Similarly, the humans that run the Casper mattress brand were intrigued that so many of their customers posted social media photos not of themselves, but their dogs luxuriating on memory-foam mattresses. “We decided to launch a pet-friendly version of our people mattress, with little tweaks that are dog-specific,” says Jeff Chapin, Casper’s co-founder and chief of product.

They interviewed dog owners, pet retailers and dog psychologists to come up with the best design details. Two years ago, they introduced a specially contoured dog bed available in three sizes and colours with a washable outer cover made to shed fur and withstand bites and scratches.

Double-duty furniture

Owners like furniture that serves both them and the pet, King says. At New Age Pet, the Sundown Nightstand Pet Bed, available in espresso, antique white and Nantucket grey, lets your dog sleep beside you on his own little cushion, and you can keep your bedside lamp on the same piece of furniture. Joss & Main’s Henrietta Cat Tree provides a jumping area and hideaway for your cat and a faux tree for your living room.

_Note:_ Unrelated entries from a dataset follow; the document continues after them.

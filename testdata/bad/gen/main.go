// Command gen writes the bad-input files under testdata/bad/ that
// cmd/heft/bad_input_test.go feeds to heft. The data are invented; every file
// is a small variation of one table (good.parquet) so that each shows one
// fault. The output is byte-identical on every run:
//
//	go run ./testdata/bad/gen
//
// from the repository root (or pass the directory to write as an argument).
package main

import (
	"bytes"
	"errors"
	"fmt"
	"math"
	"math/rand/v2"
	"os"
	"path/filepath"

	"github.com/apache/arrow-go/v18/arrow"
	"github.com/apache/arrow-go/v18/arrow/array"
	"github.com/apache/arrow-go/v18/arrow/memory"
	"github.com/apache/arrow-go/v18/parquet"
	"github.com/apache/arrow-go/v18/parquet/compress"
	"github.com/apache/arrow-go/v18/parquet/file"
	"github.com/apache/arrow-go/v18/parquet/pqarrow"
)

// rows of the base table, in two row groups.
const (
	rows         = 400
	rowGroupRows = 200
)

func main() {
	dir := "testdata/bad"
	if len(os.Args) > 1 {
		dir = os.Args[1]
	}
	if err := write(dir); err != nil {
		fmt.Fprintln(os.Stderr, "gen:", err)
		os.Exit(1)
	}
}

// col is one column of a generated table.
type col struct {
	name string
	arr  arrow.Array
}

// base draws the columns of the good table: numeric x1 (float64), x2
// (int64), a string categorical grp with levels a, b, c, a 0/1 treatment t
// that depends on x1 and grp, and an outcome y.
type base struct {
	x1, y []float64
	x2    []int64
	grp   []string
	t     []int64
}

func draw() base {
	r := rand.New(rand.NewPCG(20261201, 0xbad))
	var b base
	levels := []string{"a", "b", "c"}
	for i := 0; i < rows; i++ {
		x1 := r.NormFloat64()
		x2 := int64(r.IntN(60) + 20)
		g := levels[r.IntN(3)]
		lin := -0.2 + 0.8*x1 + 0.01*float64(x2-50)
		if g == "b" {
			lin += 0.5
		}
		t := int64(0)
		if r.Float64() < 1/(1+math.Exp(-lin)) {
			t = 1
		}
		b.x1 = append(b.x1, x1)
		b.x2 = append(b.x2, x2)
		b.grp = append(b.grp, g)
		b.t = append(b.t, t)
		b.y = append(b.y, 10+2*x1+0.1*float64(x2)+3*float64(t)+r.NormFloat64())
	}
	return b
}

var mem = memory.NewGoAllocator()

func floats(v []float64, null func(i int) bool) arrow.Array {
	b := array.NewFloat64Builder(mem)
	defer b.Release()
	for i, x := range v {
		if null != nil && null(i) {
			b.AppendNull()
		} else {
			b.Append(x)
		}
	}
	return b.NewArray()
}

func ints(v []int64, null func(i int) bool) arrow.Array {
	b := array.NewInt64Builder(mem)
	defer b.Release()
	for i, x := range v {
		if null != nil && null(i) {
			b.AppendNull()
		} else {
			b.Append(x)
		}
	}
	return b.NewArray()
}

func strs(v []string) arrow.Array {
	b := array.NewStringBuilder(mem)
	defer b.Release()
	b.AppendValues(v, nil)
	return b.NewArray()
}

func (b base) cols() []col {
	return []col{
		{"x1", floats(b.x1, nil)},
		{"x2", ints(b.x2, nil)},
		{"grp", strs(b.grp)},
		{"t", ints(b.t, nil)},
		{"y", floats(b.y, nil)},
	}
}

// replace returns cs with the column called name replaced by arr.
func replace(cs []col, name string, arr arrow.Array) []col {
	out := append([]col(nil), cs...)
	for i := range out {
		if out[i].name == name {
			out[i].arr = arr
			return out
		}
	}
	panic("no column " + name)
}

func drop(cs []col, name string) []col {
	var out []col
	for _, c := range cs {
		if c.name != name {
			out = append(out, c)
		}
	}
	return out
}

func rename(cs []col, names map[string]string) []col {
	out := append([]col(nil), cs...)
	for i := range out {
		if n, ok := names[out[i].name]; ok {
			out[i].name = n
		}
	}
	return out
}

// head keeps the first n rows.
func head(cs []col, n int) []col {
	out := make([]col, len(cs))
	for i, c := range cs {
		out[i] = col{c.name, array.NewSlice(c.arr, 0, int64(n))}
	}
	return out
}

// parquetBytes writes cs as one Parquet file: snappy, plain encoding (no
// dictionary) so that a data page's bytes are the values themselves.
func parquetBytes(cs []col) ([]byte, error) {
	fields := make([]arrow.Field, len(cs))
	arrs := make([]arrow.Array, len(cs))
	n := int64(0)
	for i, c := range cs {
		fields[i] = arrow.Field{Name: c.name, Type: c.arr.DataType(), Nullable: true}
		arrs[i] = c.arr
		n = int64(c.arr.Len())
	}
	schema := arrow.NewSchema(fields, nil)
	rec := array.NewRecordBatch(schema, arrs, n)
	defer rec.Release()
	var buf bytes.Buffer
	props := parquet.NewWriterProperties(
		parquet.WithCompression(compress.Codecs.Snappy),
		parquet.WithDictionaryDefault(false),
		parquet.WithMaxRowGroupLength(rowGroupRows),
		parquet.WithCreatedBy("heft testdata/bad/gen"),
	)
	w, err := pqarrow.NewFileWriter(schema, &buf, props, pqarrow.NewArrowWriterProperties(pqarrow.WithStoreSchema()))
	if err != nil {
		return nil, err
	}
	if n > 0 {
		if err := w.WriteBuffered(rec); err != nil {
			return nil, err
		}
	}
	if err := w.Close(); err != nil {
		return nil, err
	}
	return buf.Bytes(), nil
}

// chunkOffset returns where column col's chunk of row group rg starts and
// how long it is.
func chunkOffset(b []byte, rg, col int) (int64, int64, error) {
	r, err := file.NewParquetReader(bytes.NewReader(b))
	if err != nil {
		return 0, 0, err
	}
	defer r.Close()
	cc, err := r.MetaData().RowGroup(rg).ColumnChunk(col)
	if err != nil {
		return 0, 0, err
	}
	return cc.DataPageOffset(), cc.TotalCompressedSize(), nil
}

func write(dir string) error {
	if err := os.MkdirAll(filepath.Join(dir, "mixed"), 0o755); err != nil {
		return err
	}
	b := draw()
	good := b.cols()
	files := map[string][]byte{}
	add := func(name string, cs []col) error {
		p, err := parquetBytes(cs)
		if err != nil {
			return fmt.Errorf("%s: %w", name, err)
		}
		files[name] = p
		return nil
	}
	goodBytes, err := parquetBytes(good)
	if err != nil {
		return err
	}
	files["good.parquet"] = goodBytes

	// Files.
	files["empty.parquet"] = nil
	files["not_parquet.parquet"] = []byte("x1,x2,grp,t,y\n0.5,30,a,1,12.5\n")
	files["truncated_footer.parquet"] = goodBytes[:len(goodBytes)-24]
	off, size, err := chunkOffset(goodBytes, 1, 0)
	if err != nil {
		return err
	}
	files["truncated_rowgroup.parquet"] = goodBytes[:off+size/2]
	// Overwrite the page header of x1's chunk in row group 1: the footer is
	// intact, the page cannot be decoded.
	corrupt := bytes.Clone(goodBytes)
	for i := off; i < off+8; i++ {
		corrupt[i] = 0xff
	}
	files["corrupt_page.parquet"] = corrupt
	// Flip bytes in the middle of the snappy payload of grp's chunk in row
	// group 0: the page header is intact, decompression or decoding fails.
	off2, size2, err := chunkOffset(goodBytes, 0, 2)
	if err != nil {
		return err
	}
	flipped := bytes.Clone(goodBytes)
	for i := off2 + size2/2; i < off2+size2/2+16; i++ {
		flipped[i] ^= 0xa5
	}
	files["corrupt_payload.parquet"] = flipped
	steps := []struct {
		name string
		cs   []col
	}{
		{"zero_rows.parquet", head(good, 0)},
		{"mixed/part-0.parquet", head(good, 200)},
		{"mixed/part-1.parquet", replace(head(good, 200), "x2", floats(make([]float64, 200), nil))},

		// Columns.
		{"missing_covariate.parquet", drop(good, "x2")},
		{"wrong_type.parquet", replace(good, "x1", strs(fmtFloats(b.x1)))},
		{"treatment_1_2.parquet", replace(good, "t", ints(plus(b.t, 1), nil))},
		{"treatment_strings.parquet", replace(good, "t", strs(threeStrings(b.t)))},
		{"treatment_constant.parquet", replace(good, "t", ints(make([]int64, rows), nil))},
		{"treatment_null.parquet", replace(good, "t", ints(b.t, func(int) bool { return true }))},
		{"covariate_null.parquet", replace(good, "x1", floats(b.x1, func(i int) bool { return i == 257 }))},
		{"covariate_nan.parquet", replace(good, "x1", floats(with(b.x1, 123, math.NaN()), nil))},
		{"covariate_inf.parquet", replace(good, "x1", floats(with(b.x1, 301, math.Inf(1)), nil))},
		{"covariate_neginf.parquet", replace(good, "x1", floats(with(b.x1, 42, math.Inf(-1)), nil))},
		{"unseen_level.parquet", replace(good, "grp", strs(withStr(b.grp, 250, "zz")))},
		{"odd_names.parquet", rename(good, map[string]string{"x1": "floor area", "x2": "región", "grp": "a.b"})},
		{"duplicate_names.parquet", rename(good, map[string]string{"y": "x1"})},
		{"types_changed.parquet", replace(replace(good, "x2", strs(fmtInts(b.x2))), "grp", ints(levelCodes(b.grp), nil))},

		// Fitting.
		{"one_row.parquet", head(good, 1)},
		{"separation.parquet", replace(good, "t", ints(above(b.x1, 0), nil))},
		{"collinear.parquet", append(good, col{"x3", floats(scale(b.x1, 2, 1), nil)})},
		{"few_rows.parquet", head(wide(b), 4)},
	}
	for _, s := range steps {
		if err := add(s.name, s.cs); err != nil {
			return err
		}
	}
	// A CSV sample whose data row 17 (line 19) has one field too many.
	var csv bytes.Buffer
	csv.WriteString("x1,x2,grp,t,y\n")
	for i := 0; i < 40; i++ {
		fmt.Fprintf(&csv, "%v,%d,%s,%d,%v", b.x1[i], b.x2[i], b.grp[i], b.t[i], b.y[i])
		if i == 17 {
			csv.WriteString(",7")
		}
		csv.WriteString("\n")
	}
	files["ragged.csv"] = csv.Bytes()
	// A CSV sample with a word in data row 17 of a numeric column: the
	// column is read as text.
	var word bytes.Buffer
	word.WriteString("x1,x2,grp,t,y\n")
	for i := 0; i < 40; i++ {
		x1 := fmt.Sprint(b.x1[i])
		if i == 17 {
			x1 = "n/a?"
		}
		fmt.Fprintf(&word, "%s,%d,%s,%d,%v\n", x1, b.x2[i], b.grp[i], b.t[i], b.y[i])
	}
	files["word_in_numbers.csv"] = word.Bytes()

	for name, data := range files {
		if err := os.WriteFile(filepath.Join(dir, name), data, 0o644); err != nil {
			return err
		}
	}
	if len(files) == 0 {
		return errors.New("nothing written")
	}
	return nil
}

func fmtFloats(v []float64) []string {
	out := make([]string, len(v))
	for i, x := range v {
		out[i] = fmt.Sprint(x)
	}
	return out
}

func fmtInts(v []int64) []string {
	out := make([]string, len(v))
	for i, x := range v {
		out[i] = fmt.Sprint(x)
	}
	return out
}

func plus(v []int64, k int64) []int64 {
	out := make([]int64, len(v))
	for i, x := range v {
		out[i] = x + k
	}
	return out
}

func threeStrings(t []int64) []string {
	out := make([]string, len(t))
	for i, x := range t {
		out[i] = []string{"no", "yes"}[x]
		if i%7 == 3 {
			out[i] = "maybe"
		}
	}
	return out
}

func with(v []float64, i int, x float64) []float64 {
	out := append([]float64(nil), v...)
	out[i] = x
	return out
}

func withStr(v []string, i int, x string) []string {
	out := append([]string(nil), v...)
	out[i] = x
	return out
}

func levelCodes(g []string) []int64 {
	out := make([]int64, len(g))
	for i, s := range g {
		out[i] = int64(s[0] - 'a')
	}
	return out
}

func above(v []float64, c float64) []int64 {
	out := make([]int64, len(v))
	for i, x := range v {
		if x > c {
			out[i] = 1
		}
	}
	return out
}

func scale(v []float64, a, c float64) []float64 {
	out := make([]float64, len(v))
	for i, x := range v {
		out[i] = a*x + c
	}
	return out
}

// wide has six numeric covariates x1..x6 and the treatment alternating, for
// a fit with more terms than rows.
func wide(b base) []col {
	r := rand.New(rand.NewPCG(7, 7))
	cs := []col{}
	for k := 1; k <= 6; k++ {
		v := make([]float64, rows)
		for i := range v {
			v[i] = r.NormFloat64()
		}
		cs = append(cs, col{fmt.Sprintf("x%d", k), floats(v, nil)})
	}
	t := make([]int64, rows)
	for i := range t {
		t[i] = int64(i % 2)
	}
	return append(cs, col{"t", ints(t, nil)})
}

High design for stylish owners

Refined Feline’s Crystal Clear Lotus Cat

Tower. The brand also sells a wooden

version.

Picture: TheRefinedFeline.com

It used to be that cat poles, condos and towers came only in a few colours, “and none of them matched your decor,” Phil Cooper says. Now there are many more choices.

“Cats, like dogs, have been elevated to child status,” he says. And they are finicky about where they like to hang out. (He’s got two at home, Pumpkin and Tigger.)

Seen on Insta is Walmart’s new pet collection from Drew Barrymore’s Flower Home which includes a brown wicker cat bed with whisker detailing that will accommodate “tiny kittens to full-grown cats up to 20kg”.

And for those who like to shut up their pets at night in cages in the kitchen, there are sophisticated solid wood kennels in a variety of sizes and colours. New York interior designer Alex Papachristidis often designs custom pet beds in chic cottons and florals for clients. (Would your poodle prefer chinoiserie or Hollywood Regency?)

“The fabrics I use are not really washable; they are decorative. But you can spot-clean them with soap and water,” he says.

He told Susanna Salk, for her 2017 book At Home with Dogs and Their Designers, that he often looks for antique children’s chairs or vintage stair steps to use as step stools for clients with pets – as well as for his own dog Teddy, a 16-year-old Yorkie.

Salk is working on another book for Rizzoli due out in 2020 about designers and a dog’s life. “The truth is, designers love their dogs so much, they let them on all their furniture. They don’t worry about the fabrics,” Salk says. “Their pets are a part of the family, and that’s what makes a room feel like home.”